= Antero Olin =

Finnish visual artist (born 1948)

 Antero Olin (born June 30, 1948) is a Finnish visual artist, best known as a printmaker (graphic artist). Born in Sysmä, Finland, he lives and works in Helsinki and also in Budapest, Hungary. Italy, especially Rome has always been important working site for him.

Olin's first drawing and painting teachers were prof. Unto Pusa and Urho Lauanne in Helsinki (1965–1969). He continued his studies in Lahti, Finland (1967–1969), but only while studying in Stockholm (1970–71), in Royal Swedish Academy of Arts, he found, as a printmaker, his artistically and technically completed style of making his prints.

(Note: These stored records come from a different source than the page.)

# Copyright 2026 The teleop_eval authors
# SPDX-License-Identifier: Apache-2.0
"""The simulated arm: its description, and states that follow from stamps alone."""

from __future__ import annotations

import numpy as np
import pytest
from numpy.testing import assert_allclose

from teleop_eval.resources import config_file
from teleop_eval.teardown_cell.arm import HOME, SimulatedArm, arm_chain
from teleop_eval.teardown_cell.human_arm import HumanArm
from teleop_eval.teardown_cell.mappings import shoulder_and_reach
from teleop_eval.teardown_cell.plan import CellTiming

TIMING = CellTiming()
MS = 1_000_000


@pytest.fixture(scope='module')
def chain():
    return arm_chain(config_file('teardown_arm.urdf').read_text('utf-8'))


def make(start_ns=0, rates=100.0, timing=TIMING):
    return SimulatedArm(np.full(6, -3.0), np.full(6, 3.0), np.full(6, rates),
                        home=np.zeros(6), start_ns=start_ns, timing=timing)


def test_the_description_is_an_arm_of_six_joints_and_0_9_m(chain):
    shoulder, reach = shoulder_and_reach(chain)
    assert chain.size == 6
    assert_allclose(reach, 0.9, rtol=1e-9)
    assert np.all((chain.lower < HOME) & (HOME < chain.upper))
    assert np.all((chain.lower < 0.0) & (chain.upper > 0.0)), 'stretched within the limits'
    random = np.random.default_rng(1)
    tips = chain.positions(random.uniform(chain.lower, chain.upper, (20000, 6)))
    distance = np.linalg.norm(tips - shoulder, axis=1)
    assert 0.85 < distance.max() <= reach + 1e-9


def test_the_link_ratio_is_unlike_a_humans(chain):
    zero = chain.joint_axes(np.zeros((1, 6))).points[0]
    upper_arm = np.linalg.norm(zero[2] - zero[1])
    forearm = np.linalg.norm(zero[4] - zero[2])
    human = HumanArm()
    assert human.upper_arm_m / human.forearm_m > 1.2
    assert upper_arm / forearm < 0.8


def test_a_command_acts_after_the_transport_delay_from_its_stamp():
    arm = make()
    for index in range(200):
        arm.add_command(index * 10 * MS, np.full(6, 0.01 * max(index - 50, 0)))
    states = [arm.advance() for _ in range(200)]
    moved = next(state.stamp_ns for state in states if np.abs(state.positions).max() > 1e-9)
    assert 560 * MS < moved <= 568 * MS
    # A ramp of 1 rad/s is followed with the sum of both delays.
    last = states[-1]
    lag = (last.stamp_ns * 1e-9 - 0.5) * 1.0 - last.positions[0]
    assert_allclose(lag, TIMING.transport_delay_s + TIMING.servo_lag_s, rtol=1e-6)


def test_states_do_not_depend_on_when_the_messages_arrive():
    commands = [(index * 10 * MS, np.sin(0.1 * index) * np.ones(6)) for index in range(100)]
    early, late = make(), make()
    for command in commands:
        early.add_command(*command)
    expected = [early.advance().positions for _ in range(100)]
    found = []
    while len(found) < 100:
        if commands and not (late._stamps and late.ready()):
            late.add_command(*commands.pop(0))
        else:
            found.append(late.advance().positions)
    assert_allclose(found, expected, atol=1e-15)


def test_a_state_waits_for_the_commands_it_needs():
    arm = make()
    assert arm.ready(), 'at rest before the first command'
    arm.add_command(0, np.zeros(6))
    for _ in range(7):
        assert arm.ready()
        arm.advance()
    assert not arm.ready(), 'the state at 64 ms needs the command of 4 ms'
    arm.add_command(10 * MS, np.zeros(6))
    assert arm.ready()


def test_without_further_commands_the_last_one_is_held():
    arm = make()
    arm.add_command(0, np.zeros(6))
    arm.add_command(10 * MS, np.full(6, 0.3))
    for _ in range(300):
        state = arm.advance()
    assert_allclose(state.positions, 0.3, rtol=1e-9)


def test_limits_of_position_and_rate_hold():
    arm = make(rates=2.0)
    arm.add_command(0, np.zeros(6))
    arm.add_command(10 * MS, np.full(6, 9.0))
    states = [arm.advance() for _ in range(400)]
    positions = np.array([state.positions for state in states])
    speeds = np.array([state.velocities for state in states])
    assert positions.max() <= 3.0
    assert speeds.max() <= 2.0 * 1.01  # the servo overshoots a ramp's slope by 0.15 %
    assert arm.saturated > 0


@pytest.mark.parametrize('bad', [np.full(6, np.nan), np.full(6, np.inf), np.zeros(5)])
def test_a_command_that_is_none_is_refused(bad):
    arm = make()
    arm.add_command(5 * MS, bad)
    assert arm.refused == 1
    assert np.all(arm.advance().positions == 0.0)


def test_a_command_from_the_past_is_refused():
    arm = make()
    arm.add_command(20 * MS, np.ones(6))
    arm.add_command(20 * MS, np.zeros(6))
    arm.add_command(10 * MS, np.zeros(6))
    assert arm.refused == 2


def test_old_commands_are_forgotten():
    arm = make()
    for index in range(2000):
        arm.add_command(index * 10 * MS, np.zeros(6))
        while arm.ready() and arm.next_ns <= index * 10 * MS:
            arm.advance()
    assert len(arm._stamps) < 300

He began teaching of the arts already in 1974 in the Finnish Academy of Fine Arts, where he stayed until 1983. Since he has continued teaching throughout the period of his career and played an active role within artists organisations.

Olin's works were on public display at exhibition the first time in 1968. Since then, his works have been shown all over the world in hundreds of events, exhibitions and competitions. Similarly, his works are placed in most of the world's major collections.

==Awards and recognitions==
- The Finnish State Prize he received in 1971 and 1975.
- He has received numerous awards in several European countries, Taiwan and USA,
- The Finnish Artist Grant he received in 1979 and 1983 - 1987.